The setlist derives almost exclusively from Careless Love. Peyroux brings in a few old, lively friends— Patsy Cline’s “Walkin’ After Midnight” (the kick-off on Dreamland), Dinah Washington’s “Destination Moon”, and Holiday’s “I Hear Music.” But the spotlight that evening was on her latest achievement, an album that in its sequence, track by track, comprises a complete performance. The two recordings together capture a special moment in time and offer both sides of a story that is still being written.

 

 

It is 2020. Peyroux is speaking via Zoom, in the middle of a pandemic that has silenced all live music. In this stark context, Careless Love continues to resonate, the music and the message of those songs more relevant than ever. She repositions her laptop to reveal a poster she has kept from that evening in Vitoria in 2005. It’s a reproduction of a medieval etching of a building.

 

“This is El Portalon—a restaurant in a building from the 1500s that’s still standing there.

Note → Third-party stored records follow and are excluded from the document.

/** The probability column of the positive class (see the module comment for the rules). */
function positiveColumn(positiveClass: string | number | undefined, labels: readonly (string | number)[] | undefined, source: string, outputName: string): number {
  const listed = labels?.map((l) => `'${l}'`).join(', ')
  if (positiveClass === undefined) {
    const one = labels?.findIndex((l) => l === 1 || l === '1') ?? -1
    return one >= 0 && labels!.length === 2 ? one : 1
  }
  const integerLabels = labels !== undefined && labels.every((l) => typeof l === 'number')
  if (typeof positiveClass === 'string' || integerLabels) {
    if (!labels) {
      throw new UserError(
        `positive_class '${positiveClass}' cannot be looked up: the ONNX model '${source}' declares no class labels for its output '${outputName}'.`,
        `Set 'model.onnx.positive_class' to the probability column of the positive class, 0 or 1.`,
      )
    }
    const column = labels.findIndex((l) => String(l) === String(positiveClass))
    if (column < 0 || column > 1) {
      throw new UserError(
        `positive_class '${positiveClass}' is not one of the classes the ONNX model '${source}' declares: ${listed}.`,
        `Set 'model.onnx.positive_class' to one of those labels${integerLabels ? '' : ', or to the probability column 0 or 1'}.`,
      )
    }
    return column
  }
  if (positiveClass !== 0 && positiveClass !== 1) {
    throw new UserError(
      `positive_class ${positiveClass} is not a probability column of the ONNX model '${source}': its output '${outputName}' has columns 0 and 1.`,
      `Set 'model.onnx.positive_class' to 0 or 1${labels ? `, or to one of the labels ${listed}` : ''}.`,
    )
  }
  return positiveClass
}

// ---- descriptions for messages ------------------------------------------------------------------

function describeShape(shape: ReadonlyArray<number | string>): string {
  return `[${shape.map((d) => (typeof d === 'number' && d < 0 ? '?' : String(d))).join(', ')}]`
}

function describeValues(values: readonly ValueMetadata[]): string {
  if (values.length === 0) return '(none)'
  return values.map((v) => (v.isTensor ? `${v.name} (${v.type} ${describeShape(v.shape)})` : `${v.name} (not a tensor)`)).join(', ')
}

function describeColumns(features: readonly FeatureInfo[]): string {
  if (features.length === 0) return '(none)'
  return features.map((f) => `${f.name} (${f.kind})`).join(', ')
}

/** parseOnnxTreeEnsemble, with any decoding trouble meaning "not readable" (onnxruntime has accepted the file). */
function readTrees(bytes: Uint8Array, task: Task, output: OutputPlan) {
  if (task === 'multiclass') return undefined
  try {
    return parseOnnxTreeEnsemble(bytes, { task, outputName: output.name, positiveColumn: output.positive })
  } catch {
    return undefined
  }
}

// ---- multiclass ---------------------------------------------------------------------------------
// Kept in functions of their own (the binary and regression paths above are untouched by them).

/** The [N, K] probability output of a multiclass model, and which of its columns is each data class. */
function planClassOutput(outputs: readonly ValueMetadata[], options: OnnxModelOptions, summary: OnnxSummary): OutputPlan {
  const { source } = options
  const classes = options.classes ?? []
  const k = classes.length
  if (k < 3) throw new RangeError(`loadOnnxModel needs the data's classes (at least 3) for a multiclass model, got ${k}`)
  const fix = `Export the classifier with an output holding the class probabilities as a float tensor [N, ${k}] (name it 'probabilities' if it has several float outputs).`
  const floats = outputs.filter(isFloatTensor)
  const declared = floats.filter((o) => o.shape.length === 2 && o.shape[1] === k)
  const output = floats.find((o) => o.name === 'probabilities') ?? (declared.length === 1 ? declared[0] : floats.length === 1 ? floats[0] : undefined)
  if (!output) {
    if (outputs.some((o) => !o.isTensor)) {
      throw outputError(
        `The ONNX model '${source}' returns its class probabilities as a sequence of maps, which plumbline cannot read.`,
        outputs,
        `Export the probabilities as a plain float tensor [N, ${k}] instead: leave out the final ZipMap step that turns them into maps (in skl2onnx, the converter option zipmap=False).`,
      )
    }
    throw outputError(`The ONNX model '${source}' has no float tensor output of class probabilities [N, ${k}].`, outputs, fix)
  }
  const declaredWidth = output.shape[1]
  if (output.shape.length !== 2 || (typeof declaredWidth === 'number' && declaredWidth >= 0 && declaredWidth !== k)) {
    throw outputError(
      `The ONNX model '${source}' output '${output.name}' has shape ${describeShape(output.shape)}; the data has ${k} classes (${classes.join(', ')}), so the probabilities must be [N, ${k}].`,
      outputs,
      fix,
    )
  }
  const labels = summary.classLabelsByOutput.get(output.name) ?? (summary.classLabelSets.length === 1 ? summary.classLabelSets[0] : undefined)
  const columns = classColumns(classes, labels, source, output.name)
  return {
    name: output.name,
    width: k,
    columns,
    copy(value, start, end, out) {
      const tensor = value as Tensor
      const rows = end - start
      if (!(tensor.dims.length === 2 && tensor.dims[0] === rows && tensor.dims[1] === k)) {
        throw outputError(`The ONNX model '${source}' output '${output.name}' came back with shape [${tensor.dims.join(', ')}] for ${rows} rows; the probabilities must be [N, ${k}].`, outputs, fix)
      }
      const data = tensor.data as Float32Array | Float64Array
      const slack = probabilitySlack(data)
      for (let i = 0; i < rows; i++) {
        for (let c = 0; c < k; c++) out[(start + i) * k + c] = data[i * k + columns[c]]
      }
      checkClassRows(out.subarray(start * k, end * k), k, slack, source, start, `output '${output.name}'`)
    },
  }
}

/** Model column of each data class: by declared label (as text), else the same position. */
function classColumns(classes: readonly string[], labels: readonly (string | number)[] | undefined, source: string, outputName: string): number[] {
  if (!labels) return classes.map((_, c) => c)
  const columns = classes.map((label) => labels.findIndex((l) => String(l) === label))
  const missing = classes.filter((_, c) => columns[c] < 0)
  if (missing.length > 0 || labels.length !== classes.length) {
    throw new UserError(
      `The ONNX model '${source}' declares the classes ${labels.map((l) => `'${l}'`).join(', ')} for its output '${outputName}', but the data's classes are ${classes.map((l) => `'${l}'`).join(', ')}` +
        (missing.length > 0 ? ` (the model has no ${missing.map((l) => `'${l}'`).join(', ')}).` : '.'),
      'Train and export the model on the same class labels as the target column, written the same way.',
    )
  }
  return columns
}

/** Clamps float rounding just outside [0, 1] and refuses a value that is no probability or a row that does not sum to 1. */
function checkClassRows(values: Float64Array, k: number, slack: number, source: string, firstRow: number, what: string): void {
  for (let i = 0; i < values.length / k; i++) {
    let sum = 0
    for (let c = 0; c < k; c++) {
      const raw = values[i * k + c]
      const p = raw < 0 && raw >= -slack ? 0 : raw > 1 && raw <= 1 + slack ? 1 : raw
      if (!(p >= 0 && p <= 1)) {
        throw new UserError(
          `The ONNX model '${source}' ${what} is not a probability: row ${firstRow + i + 1} of the rows scored has ${raw} for class column ${c}.`,
          'Export the model with its probability step (a softmax post-transform), not raw scores.',
        )
      }
      values[i * k + c] = p
      sum += p
    }
    if (!(Math.abs(sum - 1) <= 1e-4)) {
      throw new UserError(
        `The ONNX model '${source}' ${what} does not give class probabilities: row ${firstRow + i + 1} of the rows scored sums to ${sum}, not 1.`,
        'Export the model with its probability step (a softmax post-transform), not raw or one-vs-rest scores.',
      )
    }
  }
}

/** The tree evaluator's multiclass output, held to the same rule as onnxruntime's. */
function asClassProbabilities(values: Float64Array, k: number, source: string): Float64Array {
  checkClassRows(values, k, 16 * 2 ** -23, source, 0, 'tree ensemble')
  return values
}

/** parseOnnxClassEnsembles, ordered as the data's classes; undefined when it cannot read the graph. */
function readClassTrees(bytes: Uint8Array, output: OutputPlan, featureNames: readonly string[]): ClassEnsembles | undefined {
  try {
    const parsed = parseOnnxClassEnsembles(bytes, { outputName: output.name, classCount: output.width ?? 0 })
    if (!parsed.ok || parsed.width > featureNames.length) return undefined
    return {
      classes: output.columns!.map((column) => ({ ...parsed.classes[column], featureNames })),
      link: parsed.postTransform === 'SOFTMAX' ? 'softmax' : 'none',
    }
  } catch {
    return undefined
  }
}
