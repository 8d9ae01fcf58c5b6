import { describe, expect, it } from 'vitest'
import { parseDocument, isMap, type YAMLMap } from 'yaml'
import { parsePolicy, readPolicyFile, checkPolicyAgainstColumns } from '../../../src/core/policy/parse-policy.ts'
import { listPolicyKeys } from '../../../src/core/policy/describe-policy-key.ts'
import { formatKeyPath } from '../../../src/core/policy/format-key-path.ts'
import { UserError } from '../../../src/core/errors.ts'
import { defaultBoosting, defaultChecks, defaultImportance, defaultReport } from '../../../src/core/policy/policy-defaults.ts'

const source = 'plumbline.yml'

/** The small policy of docs/policy.md ("A small policy") in this repository, verbatim. */
const minimal = `version: 1
task: binary
target: late
seed: 7
data:
  train: data/train.csv
  holdout: data/holdout.csv
  columns:
    parcel_id: id
model:
  builtin:
    learner: gradient-boosting
`

function failure(text: string): { message: string; fix: string | undefined } {
  try {
    parsePolicy(text, { source })
  } catch (error) {
    if (error instanceof UserError) return { message: error.message, fix: error.fix }
    throw error
  }
  throw new Error('parsePolicy accepted the policy')
}

function columnFailure(text: string, columns: readonly string[]): { message: string; fix: string | undefined } {
  const policy = readPolicyFile(text, { source })
  try {
    checkPolicyAgainstColumns(policy, columns)
  } catch (error) {
    if (error instanceof UserError) return { message: error.message, fix: error.fix }
    throw error
  }
  throw new Error('checkPolicyAgainstColumns accepted the policy')
}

We ate there after the show and they had amazing food. That whole evening is still with me. This concert represents a time when there was a confluence of great things happening in my life. It felt like all the work I had put into playing music for all those years was paying off. I was working with great musicians and had a great group of songs with great arrangements.

 

“I can’t tell you how grateful I am that we found this recording. For me, it represents the way I understood these songs at that time, how I was making music when I made Careless Love. It’s been more than fifteen years since that record came out, and I don’t think I’ve done a single concert that didn’t include at least two or three songs from it, and sometimes more. I think I’ve sung ‘Dance Me to the End of Love’ at every show. It’s part of me now.”

 

2004…2005…the date stamp on any music performance can be a distracting thing. The more inspired and singular the music, the less that seems to matter. Timeless is what we call music that reaches the heart and stops the clock. Few are able to attain that, fewer with consistency. For the ones who do, it can take a while navigating one’s career path to get there, to make timeless happen. Madeleine Peyroux achieved it on her second album.